- Developer: Activision
- Publisher: Activision
- Designer: Garry Kitchen
- Platform: Atari 2600
- Release: NA: 1983;
- Genre: Action

= Pressure Cooker (video game) =

1983 video game

Pressure Cooker is a video game for the Atari 2600 designed by Garry Kitchen and released by Activision in 1983. The player is a short-order cook at a hamburger stand who must assemble and package hamburgers to order without letting ingredients or hamburgers fall to the floor.

Kitchen made three earlier games for the Atari 2600, including Keystone Kapers with Activision. He developed the game idea after seeing burgers moving out on a conveyor belt at a Burger King. Upon the game's release, contemporary reviews in found the game relatively unoriginal, while other reviews complimented its graphics.

==Gameplay==

In the assembly room, the player must collect the right ingredients and assemble the hamburger.

Once a hamburger is assembled, the player then enters the wrapping room and drops it down one of the chutes.

Pressure Cooker is set in a restaurant called "The Grille". The player controls a cook named Short-Order Sam via the joystick to move him across the two playfields: the assembly room and the wrapping room. The game is played by either one player, or two-players taking turns. The game select option on the Atari 2600 allows for more difficult modes of gameplay where the player has less time to complete a burger order.

Orders for specific burger toppings appear in the assembly rooms electronic order board, where the player can either grab the necessary ingredients spewed out by the food dispenser machine. Items tossed out of the food dispenser can either be collected by Sam or rejected by bouncing them off his belly. When a burger is completed, the player must grab the it and take it to the Wrapping and Sacking Machine and place it in the correct chute.

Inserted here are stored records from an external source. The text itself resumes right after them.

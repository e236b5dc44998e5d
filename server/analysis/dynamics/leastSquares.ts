import { invertSymmetric } from "../linalg/invertSymmetric.ts";
import { solveLinear } from "../linalg/solveLinear.ts";

export interface LeastSquaresFit {
  parameters: number[];
  residuals: Float64Array;
  sumOfSquares: number;
  /** (JᵀJ)⁻¹ at the minimum (multiply by s² for the covariance); null when singular. */
  inverseInformation: number[][] | null;
  /** Columns of the Jacobian of the residuals at the minimum (∂r/∂θⱼ). */
  jacobian: Float64Array[];
  iterations: number;
  converged: boolean;
}

/**
 * Nonlinear least squares by Levenberg–Marquardt with a central-difference
 * Jacobian (the dynamics models are cheap to evaluate but awkward to
 * differentiate by hand). Parameters stay inside [lower, upper].
 * Source: Marquardt 1963, J Soc Ind Appl Math 11:431; Nocedal & Wright 2006,
 * Numerical Optimization, §10.3.
 */
export function levenbergMarquardt(
  residualsOf: (p: readonly number[]) => Float64Array,
  start: readonly number[],
  lower: readonly number[],
  upper: readonly number[],
  maxIterations = 200,
): LeastSquaresFit {
  const m = start.length;
  let p = start.map((v, i) => Math.min(upper[i], Math.max(lower[i], v)));
  let r = residualsOf(p);
  let ss = sumSquares(r);
  let mu = 1e-3;
  let converged = false;
  let iterations = 0;
  let jac = jacobian(residualsOf, p, lower, upper);
  for (; iterations < maxIterations; iterations++) {
    const jtj = gram(jac);
    const jtr = jac.map((col) => -dot(col, r));
    let improved = false;
    for (let attempt = 0; attempt < 20; attempt++) {
      const a = jtj.map((row, i) => row.map((v, j) => (i === j ? v + mu * Math.max(v, 1e-12) : v)));
      const step = solveLinear(a, jtr);
      if (step === null) {
        mu *= 10;
        continue;
      }
      const trial = p.map((v, i) => Math.min(upper[i], Math.max(lower[i], v + step[i])));
      const rt = residualsOf(trial);
      const sst = sumSquares(rt);
      if (Number.isFinite(sst) && sst <= ss) {
        const relative = (ss - sst) / Math.max(ss, 1e-300);
        const stepSize = Math.max(...step.map((s, i) => Math.abs(s) / (Math.abs(p[i]) + 1e-8)));
        p = trial;
        r = rt;
        ss = sst;
        mu = Math.max(mu / 3, 1e-12);
        improved = true;
        if (relative < 1e-12 || stepSize < 1e-10) converged = true;
        break;
      }
      mu *= 10;
    }
    if (!improved) {
      converged = true;
      break;
    }
    jac = jacobian(residualsOf, p, lower, upper);
    if (converged) break;
  }
  const inverse = invertSymmetric(gram(jac));
  return { parameters: p, residuals: r, sumOfSquares: ss, inverseInformation: inverse ? inverse.inverse : null, jacobian: jac, iterations, converged };
}

function jacobian(f: (p: readonly number[]) => Float64Array, p: readonly number[], lower: readonly number[], upper: readonly number[]): Float64Array[] {
  return p.map((v, i) => {
    const h = 1e-6 * Math.max(Math.abs(v), 1e-3);
    const up = [...p];
    const down = [...p];
    up[i] = Math.min(upper[i], v + h);
    down[i] = Math.max(lower[i], v - h);
    const fu = f(up);
    const fd = f(down);
    const span = up[i] - down[i];
    const col = new Float64Array(fu.length);
    for (let k = 0; k < fu.length; k++) col[k] = (fu[k] - fd[k]) / span;
    return col;
  });
}

function gram(cols: Float64Array[]): number[][] {
  return cols.map((a) => cols.map((b) => dot(a, b)));
}

function dot(a: ArrayLike<number>, b: ArrayLike<number>): number {
  let s = 0;
  for (let i = 0; i < a.length; i++) s += a[i] * b[i];
  return s;
}

function sumSquares(r: Float64Array): number {
  return dot(r, r);
}

/**
 * Heteroscedasticity-consistent (HC3) covariance of least-squares estimates:
 * (JᵀJ)⁻¹·Jᵀ·diag(rᵢ²/(1 − hᵢ)²)·J·(JᵀJ)⁻¹, hᵢ the leverages. Fluorescence
 * noise grows with intensity, where s²(JᵀJ)⁻¹ under-covers.
 * Source: MacKinnon & White 1985, J Econometrics 29:305; White 1980, Econometrica 48:817.
 */
export function sandwichCovariance(fit: LeastSquaresFit): number[][] | null {
  const inv = fit.inverseInformation;
  if (!inv) return null;
  const m = inv.length;
  const n = fit.residuals.length;
  const meat = Array.from({ length: m }, () => new Array<number>(m).fill(0));
  const row = new Array<number>(m);
  for (let i = 0; i < n; i++) {
    for (let a = 0; a < m; a++) row[a] = fit.jacobian[a][i];
    let h = 0;
    for (let a = 0; a < m; a++) for (let b = 0; b < m; b++) h += row[a] * inv[a][b] * row[b];
    const w = fit.residuals[i] ** 2 / Math.max(1 - h, 1e-8) ** 2;
    for (let a = 0; a < m; a++) for (let b = 0; b < m; b++) meat[a][b] += w * row[a] * row[b];
  }
  const left = inv.map((r) => r.map((_, j) => r.reduce((s, v, k) => s + v * meat[k][j], 0)));
  return left.map((r) => r.map((_, j) => r.reduce((s, v, k) => s + v * inv[k][j], 0)));
}
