import { mkdtempSync } from "node:fs";
import { tmpdir } from "node:os";
import { join } from "node:path";
import { beforeAll, describe, expect, it } from "vitest";
import { DYNAMICS_FILES, DYNAMICS_SCENARIO } from "../../fixtures/dynamicsDemo.ts";
import { runCliInProcess } from "../helpers/runCliInProcess.ts";

// The demo's generating values are in fixtures/dynamicsDemo.ts (invented data); these end-to-end
// checks recover them within the reported intervals or stated tolerances.
const FIXTURES = join(process.cwd(), "fixtures");
const KEYS = ["D_um2_per_s", "k_per_s", "mobile_fraction", "half_time_s", "lambda_um", "half_life_s", "accumulation_time_s"];

describe("dynamics commands on the demo database", () => {
  const dir = mkdtempSync(join(tmpdir(), "mg-dyn-"));
  const db = join(dir, "demo.db");
  const cli = async (...args: string[]) => runCliInProcess([...args, "--db", db], {}, dir);
  const json = async (...args: string[]) => {
    const r = await cli(...args, "--json");
    if (r.code !== 0) throw new Error(`morphogauge ${args.join(" ")} exited ${r.code}: ${r.stderr}`);
    return JSON.parse(r.stdout);
  };
  let frapId = 0;

  beforeAll(async () => {
    expect((await cli("demo")).code).toBe(0);
  });

  it("dynamics --json fits the build-up time course: D and k near the generating values, every key as {value, se, ci95}", async () => {
    // Source: invented demo, D = 1.35 µm²/s, k = D/82² (fixtures/dynamicsDemo.ts).
    const out = await json("dynamics", "--channel", "glm-gfp");
    const g = out.groups[0];
    for (const key of KEYS) expect(g).toHaveProperty(key);
    // One group: its quantities also stand at the top of the answer.
    for (const key of KEYS) expect(out[key]).toEqual(g[key] ?? null);
    expect(g).toMatchObject({ genotype: "wt", channel: "glm-gfp", status: "ok", n_profiles: 18, identifiable: true });
    expect(Object.keys(g.D_um2_per_s)).toEqual(["value", "se", "ci95"]);
    expect(Math.abs(g.D_um2_per_s.value / DYNAMICS_SCENARIO.diffusionUm2PerS - 1)).toBeLessThan(0.08);
    expect(Math.abs(g.k_per_s.value / DYNAMICS_SCENARIO.degradationPerS - 1)).toBeLessThan(0.08);
    expect(g.accumulation_time_s.length).toBe(5);
    expect(g.accumulation_time_s[0]).toMatchObject({ x_um: 0 });
    expect(g.settings).toMatchObject({ domain: { kind: "semi-infinite" }, covariance: "hc3" });
    expect(g.profile_likelihood_k.length).toBe(21);
  });

  it("frap --json fits the three demo cells: D and mobile fraction with intervals, normalisation stated", async () => {
    // Source: invented demo, per-cell D = 1.35·e^(0.1·z) µm²/s, mobile fraction 0.8 (fixtures/dynamicsDemo.ts).
    const out = await json("frap", ...DYNAMICS_FILES.frap.map((f) => join(FIXTURES, f)), "--geometry", "spot", "--radius", "3");
    for (const key of KEYS) expect(out).toHaveProperty(key);
    expect(out.n_fitted).toBe(3);
    expect(out.D_um2_per_s.value).toBeGreaterThan(1);
    expect(out.D_um2_per_s.value).toBeLessThan(1.6);
    expect(out.mobile_fraction.ci95[0]).toBeLessThan(0.8);
    expect(out.mobile_fraction.ci95[1]).toBeGreaterThan(0.8);
    expect(out.curves[0].normalisation.join(" ")).toMatch(/background.*reference.*pre-bleach/);
    expect(out.caveat).toMatch(/need not be the effective D/);
    frapId = out.analysis_id;
  });

  it("combine --json turns the FRAP D and the stored wt λ into k, half-life, j0 and τ(x) with propagated SEs", async () => {
    await json("fit", "--genotype", "wt", "--channel", "glm", "--window", "30:", "--global");
    const out = await json("combine", "--frap", String(frapId), "--fit", "wt", "--channel", "glm");
    for (const key of KEYS) expect(out).toHaveProperty(key);
    // Source: k = D/λ² and t½ = ln2/k (science notes §1).
    expect(out.k_per_s.value).toBeCloseTo(out.D_um2_per_s.value / out.lambda_um.value ** 2, 12);
    expect(out.half_life_s.value).toBeCloseTo(Math.LN2 / out.k_per_s.value, 6);
    expect(out.k_per_s.se).toBeGreaterThan(0);
    expect(out.source_flux.value).toBeGreaterThan(0);
    expect(out.accumulation_time_s).toHaveLength(4);
  });

  it("combine names the missing group and exits 1", async () => {
    const r = await cli("combine", "--frap", String(frapId), "--fit", "nosuch");
    expect(r.code).toBe(1);
    expect(r.stderr).toMatch(/no stored global fit .* "nosuch"/);
  });

  it("simulate --json runs the build-up; τ(x) from the simulation matches (1 + x/λ)/(2k) far from the closed end", async () => {
    // Source: Berezhkovskii, Sample & Shvartsman 2010, Biophys J (τ for the influx boundary).
    const out = await json("simulate", "--D", "0.3", "--k", "2e-4", "--flux", "1", "--length", "500", "--until", "3h", "--tau-at", "0,40");
    for (const key of KEYS) expect(out).toHaveProperty(key);
    expect(out.profiles).toHaveLength(6);
    expect(out.profiles[5].t_s).toBe(10_800);
    const lambda = Math.sqrt(0.3 / 2e-4);
    for (const t of out.accumulation_time_s) expect(Math.abs(t.value / ((1 + t.x_um / lambda) / (2 * 2e-4)) - 1)).toBeLessThan(0.01);
    expect(out.analysis_id).toBeGreaterThan(0);
  });

  it("simulate refuses a duration it cannot read, naming the option", async () => {
    const r = await cli("simulate", "--D", "0.3", "--k", "2e-4", "--length", "500", "--until", "three hours");
    expect(r.code).toBe(1);
    expect(r.stderr).toMatch(/--until: "three hours" is not a duration/);
  });
});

The player starts with 50 performance points displayed at the left of the open flame oven. Performance points are earned when the general score (displayed above the oven) reaches over 10,000 points. Points are lost when any condiment is wasted by not being collected or rejected by Sam or too much of the same requested item is placed on one burger. More points are lost when the player delivers the hamburger to the wrong chute or a burger is placed outside the chute, or if a hamburger falls off the conveyor belt. Points are gained by collecting condiments, placing them on burgers, and delivering a completed burger to the correct chute. The game ends when the Performance Rating is dropped to zero, or the scoring limit of 999,999 is reached.

==Development==
Pressure Cooker was designed by Garry Kitchen. Prior to the game, Kitchen had made the Atari 2600 games Space Jockey, a port of Donkey Kong and Keystone Kapers. Kitchen was inspired to make the game when in line at a Burger King and saw the burgers move on a conveyor belt. The game was developed in about eight months.

The music in Pressure Cooker was written by a professional jingle writer. The Atari 2600 could only produce certain notes, leading to Kitchen purchasing an electronic keyboard and going through which notes the system could perform and then telling the jingle writer he could only use those notes for the music.

==Release and reception==
Pressure Cooker was released in 1983. From contemporary reviews, a reviewer in The Video Game Update stated the game was fast-paced bright and colorful with a sense of humor while noting "we couldn't get really excited about [Pressure Cooker]" and that the game "just doesn't have enough of a spark of originality to make it stand out from a very crowded field of cute games." Michael Blanchet of Computer Fun stated the game was a good test of one's memory but that it was "too repetitive to qualify as fun." The review felt it was too similar to previous Atari 2600 games such as CommaVid's CakeWalk and lacked the charm and lunacy of a game like BurgerTime.

From retrospective reviews, Brett Weiss in his book Classic Home Video Games, 1972-1984 declared Pressure Cooker a "delightful game" complimenting colorful details of the kitchen and the games animation, while concluding that it was "hard on the brain (quick thinking is a must), but easy on the eyes."

Pressure Cooker was included in the compilation Activision Anthology.